Apnea Hypopnea Index (AHI)
The AHI is the number of apneas or hypopneas recorded during the study per hour of sleep. It is generally expressed as the number of events per hour. Based on the AHI, the severity of OSA is classified as follows:

None/Minimal: AHI < 5 per hour
Mild: AHI ≥ 5, but < 15 per hour
Moderate: AHI ≥ 15, but < 30 per hour
Severe: AHI ≥ 30 per hour
Sometimes the Respiratory Disturbance Index (RDI) is used.

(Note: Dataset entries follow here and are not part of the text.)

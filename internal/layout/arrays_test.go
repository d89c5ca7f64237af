package layout

import (
	"math"
	"testing"

	"gonum.org/v1/gonum/spatial/r3"

	"arcwright/internal/planner"
)

// arcBlock is the array section of baseLayout, which these tests replace.
const arcBlock = `  - name: A
    stand: tripod
    arc:
      radius: 3 m
      polar: {from: 30 deg, to: 150 deg, step: 10 deg}
`

// deg converts degrees to radians for expected values (hand-computed:
// 1° = π/180 rad exactly, SI Brochure 2019; DERIVED).
func deg(d float64) float64 { return d * math.Pi / 180 }

func TestDecodeArrays(t *testing.T) {
	tests := []struct {
		name  string
		block string
		want  planner.Array // Line is not compared
	}{
		{"arc", arcBlock, planner.Array{Name: "A", Kind: planner.Arc, Stand: "tripod", Incidence: planner.NormalIncidence,
			Radius: 3, From: deg(30), To: deg(150), Step: deg(10)}},
		{"arc auto, horizontal, grazing", `  - name: B
    stand: tripod
    first_channel: 5
    aim: grazing
    arc:
      centre: 0.5 m
      radius: auto
      polar: {from: 150, to: 30, step: 15}
      azimuth: 90 deg
      height: 1.2 m
`, planner.Array{Name: "B", Kind: planner.Arc, Stand: "tripod", Incidence: planner.GrazingIncidence, FirstChannel: 5,
			CenterX: 0.5, AutoRadius: true, From: deg(150), To: deg(30), Step: deg(15), Azimuth: deg(90), Height: 1.2, HasHeight: true}},
		{"line by axial range", `  - name: S
    stand: tripod
    line:
      offset: 2 m
      from: -0.5 m
      to: 3 m
      spacing: 25 cm
      azimuth: 180 deg
`, planner.Array{Name: "S", Kind: planner.Line, Stand: "tripod", Incidence: planner.NormalIncidence,
			Offset: 2, XFrom: -0.5, XTo: 3, Spacing: 0.25, Azimuth: math.Pi}},
		{"line by polar angles", `  - name: S
    stand: tripod
    line:
      offset: 1.5 m
      polar: {from: 40 deg, to: 140 deg, step: 10 deg}
      centre: 0.2 m
      height: 1 m
`, planner.Array{Name: "S", Kind: planner.Line, Stand: "tripod", Incidence: planner.NormalIncidence,
			Offset: 1.5, From: deg(40), To: deg(140), Step: deg(10), CenterX: 0.2, Height: 1, HasHeight: true}},
		{"near field", `  - name: N
    stand: tripod
    near_field:
      clearance: 150 mm
      from: 0.1 m
      to: 1.5 m
      spacing: 0.1 m
      azimuth: 270 deg
`, planner.Array{Name: "N", Kind: planner.NearField, Stand: "tripod", Incidence: planner.NormalIncidence,
			Clearance: 0.15, XFrom: 0.1, XTo: 1.5, Spacing: 0.1, Azimuth: deg(270)}},
		{"ring by count", `  - name: R
    stand: tripod
    ring:
      x: 1 m
      radius: 0.8 m
      count: 12
`, planner.Array{Name: "R", Kind: planner.Ring, Stand: "tripod", Incidence: planner.NormalIncidence,
			RingX: 1, Radius: 0.8, AzFrom: 0, AzStep: 2 * math.Pi / 12, AzTo: 2*math.Pi - 2*math.Pi/12, FullTurn: true}},
		{"ring by range", `  - name: R
    stand: tripod
    ring:
      x: 1 m
      radius: 0.8 m
      azimuth: {from: 0 deg, to: 330 deg, step: 30 deg}
`, planner.Array{Name: "R", Kind: planner.Ring, Stand: "tripod", Incidence: planner.NormalIncidence,
			RingX: 1, Radius: 0.8, AzFrom: 0, AzTo: deg(330), AzStep: deg(30)}},
		{"points", `  - name: P
    points:
      - name: ref-1
        at: [1, 1, 0]
        channel: 40
      - at: [2, 1, 0 m]
`, planner.Array{Name: "P", Kind: planner.Points, Incidence: planner.NormalIncidence, Fixed: []planner.Fixed{
			{Name: "ref-1", At: r3.Vec{X: 1, Y: 1}, Channel: 40}, {At: r3.Vec{X: 2, Y: 1}}}}},
		{"probes", `  - name: T
    stand: tripod
    probes:
      - name: rake
        at: [4 m, 2 m, 1.5 m]
      - at: [5 m, 2 m, 1.5 m]
`, planner.Array{Name: "T", Kind: planner.Probes, Stand: "tripod", Incidence: planner.NormalIncidence, Fixed: []planner.Fixed{
			{Name: "rake", At: r3.Vec{X: 4, Y: 2, Z: 1.5}}, {At: r3.Vec{X: 5, Y: 2, Z: 1.5}}}}},
	}
	for _, tt := range tests {
		t.Run(tt.name, func(t *testing.T) {
			r, _ := mustDecode(t, edit(t, baseLayout, arcBlock, tt.block))
			if len(r.Arrays) != 1 {
				t.Fatalf("len(Arrays): got %d, want 1", len(r.Arrays))
			}
			compareArray(t, r.Arrays[0], tt.want)
		})
	}
}

// compareArray compares every field of got with want, floats to relTol;
// Line fields are only required to be set.
func compareArray(t *testing.T, got, want planner.Array) {
	t.Helper()
	check(t, "Name", got.Name, want.Name)
	check(t, "Kind", got.Kind, want.Kind)
	check(t, "Stand", got.Stand, want.Stand)
	check(t, "Incidence", got.Incidence, want.Incidence)
	check(t, "FirstChannel", got.FirstChannel, want.FirstChannel)
	check(t, "AutoRadius", got.AutoRadius, want.AutoRadius)
	check(t, "HasHeight", got.HasHeight, want.HasHeight)
	check(t, "FullTurn", got.FullTurn, want.FullTurn)
	if got.Line <= 0 {
		t.Errorf("Line: got %d, want > 0", got.Line)
	}
	for _, f := range []struct {
		name      string
		got, want float64
	}{
		{"CenterX", got.CenterX, want.CenterX}, {"Radius", got.Radius, want.Radius},
		{"From", got.From, want.From}, {"To", got.To, want.To}, {"Step", got.Step, want.Step},
		{"Azimuth", got.Azimuth, want.Azimuth}, {"Height", got.Height, want.Height},
		{"Offset", got.Offset, want.Offset}, {"XFrom", got.XFrom, want.XFrom}, {"XTo", got.XTo, want.XTo},
		{"Spacing", got.Spacing, want.Spacing}, {"Clearance", got.Clearance, want.Clearance},
		{"RingX", got.RingX, want.RingX}, {"AzFrom", got.AzFrom, want.AzFrom}, {"AzTo", got.AzTo, want.AzTo}, {"AzStep", got.AzStep, want.AzStep},
	} {
		checkF(t, f.name, f.got, f.want)
	}
	if len(got.Fixed) != len(want.Fixed) {
		t.Fatalf("len(Fixed): got %d, want %d", len(got.Fixed), len(want.Fixed))
	}
	for i, w := range want.Fixed {
		g := got.Fixed[i]
		check(t, "Fixed.Name", g.Name, w.Name)
		check(t, "Fixed.At", g.At, w.At)
		check(t, "Fixed.Channel", g.Channel, w.Channel)
		if g.Line <= 0 {
			t.Errorf("Fixed[%d].Line: got %d, want > 0", i, g.Line)
		}
	}
}

func TestSteps(t *testing.T) {
	tests := []struct {
		name       string
		a, b, step float64
		want       float64
	}{
		// hand-computed counts: ⌊|b−a|/step⌋ + 1.
		{"30 to 150 by 10 deg", deg(30), deg(150), deg(10), 13},
		{"reversed", deg(150), deg(30), deg(10), 13},
		{"not a whole number of steps", 0, 1, 0.3, 4},
		{"single station", 1, 1, 0.5, 1},
		{"0 to 3 m by 1 mm", 0, 3, 0.001, 3001},
	}
	for _, tt := range tests {
		t.Run(tt.name, func(t *testing.T) {
			if got := steps(tt.a, tt.b, tt.step); got != tt.want {
				t.Errorf("steps(%g, %g, %g): got %g, want %g", tt.a, tt.b, tt.step, got, tt.want)
			}
		})
	}
}
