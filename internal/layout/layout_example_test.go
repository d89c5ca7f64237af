package layout_test

import (
	"errors"
	"fmt"

	"arcwright/internal/layout"
	"arcwright/internal/units"
)

func ExampleDecode() {
	const text = `arcwright: 1
title:
  title: Example
polar_angle: from_jet_axis
cell:
  kind: anechoic
  boundary: [[0, 0], [8 m, 0], [8 m, 6 m], [0, 6 m], [0, 0]]
  ceiling: 4 m
nozzle:
  exit: [2 m, 3 m]
  axis_height: 1.5 m
  kind: convergent
  diameter: 2 in
operating_points:
  - name: hot
    npr: 1.8
    total_temperature: 800 K
band:
  low: 200 Hz
  high: 20 kHz
arrays:
  - name: A
    arc:
      radius: 3 m
      polar: {from: 30 deg, to: 150 deg, step: 10 deg}
      height: 0 m
`
	req, _, err := layout.Decode("example.yaml", []byte(text))
	if err != nil {
		fmt.Println(err)
		return
	}
	fmt.Printf("nozzle: %v, %.4f m\n", req.Nozzle.Kind, req.Nozzle.Diameter)
	fmt.Printf("exit: (%g, %g, %g) m\n", req.Exit.Exit.X, req.Exit.Exit.Y, req.Exit.Exit.Z)
	a := req.Arrays[0]
	fmt.Printf("arc %s: %s to %s by %s, %s\n", a.Name, units.FormatAngleDeg(a.From), units.FormatAngleDeg(a.To),
		units.FormatAngleDeg(a.Step), req.Convention)

	// A broken layout gives every problem at once, each with its line.
	_, _, err = layout.Decode("broken.yaml", []byte("arcwright: 1\ntitle:\n  title: Broken\ncell:\n  ceilng: 4 m\n"))
	fmt.Println(err)
	var es layout.Errors
	fmt.Println(errors.As(err, &es), len(es), errors.Is(err, layout.ErrUnknownKey))
	// Output:
	// nozzle: convergent, 0.0508 m
	// exit: (2, 3, 1.5) m
	// arc A: 30.0° to 150.0° by 10.0°, from the downstream jet axis
	// broken.yaml:1: band: missing; want the frequency band of interest, {low: …, high: …}
	// broken.yaml:1: nozzle: missing; want the nozzle (exit, axis_height, kind, diameter, …)
	// broken.yaml:1: operating_points: missing; want a list of operating points (name, npr, total_temperature …)
	// broken.yaml:1: polar_angle: missing; want from_jet_axis or from_inlet (no default: an angle range means opposite things under the two conventions)
	// broken.yaml:4: cell.kind: missing; want the cell kind: anechoic, hard-walled or outdoor
	// broken.yaml:5: cell.ceilng: unknown key "ceilng"; did you mean "ceiling"?
	// true 6 true
}

func ExampleStarter() {
	req, warns, err := layout.Decode("starter.yaml", layout.Starter())
	fmt.Println(err == nil, len(warns), req.Title.Facility, len(req.Arrays))
	// Output:
	// true 0 Quillon Reach Acoustic Chamber 6
}

func ExampleDecodeAsBuilt() {
	const csv = `id, x, y, z, base_x, base_y
A-01, 5100, 7200, 1400, 5300, 7400
ref-1, 2 m, 7.5 m, 1.8 m, ,
`
	pos, err := layout.DecodeAsBuilt("built.csv", []byte(csv), "mm", 6)
	if err != nil {
		fmt.Println(err)
		return
	}
	a := pos["A-01"]
	fmt.Printf("A-01: mic (%.3f, %.3f, %.3f) m, pole (%.3f, %.3f) m\n", a.Mic.X, a.Mic.Y, a.Mic.Z, a.Base[0], a.Base[1])
	fmt.Println("ref-1 base derived:", pos["ref-1"].Base == nil)
	// Output:
	// A-01: mic (5.100, 7.200, 1.400) m, pole (5.300, 7.400) m
	// ref-1 base derived: true
}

This can be confusing because the RDI includes not only apneas and hypopneas, but may also include other, more subtle, breathing irregularities. This means a person's RDI can be higher than his or her AHI.

Oxygen Desaturation
Reductions in blood oxygen levels (desaturation) are recorded during polysomnography or limited channel monitoring. At sea level, a normal blood oxygen level (saturation) is usually 96 - 97%. Although there are no generally accepted classifications for severity of oxygen desaturation, reductions to not less than 90% usually are considered mild. Dips into the 80 - 89% range can be considered moderate, and those below 80% are severe.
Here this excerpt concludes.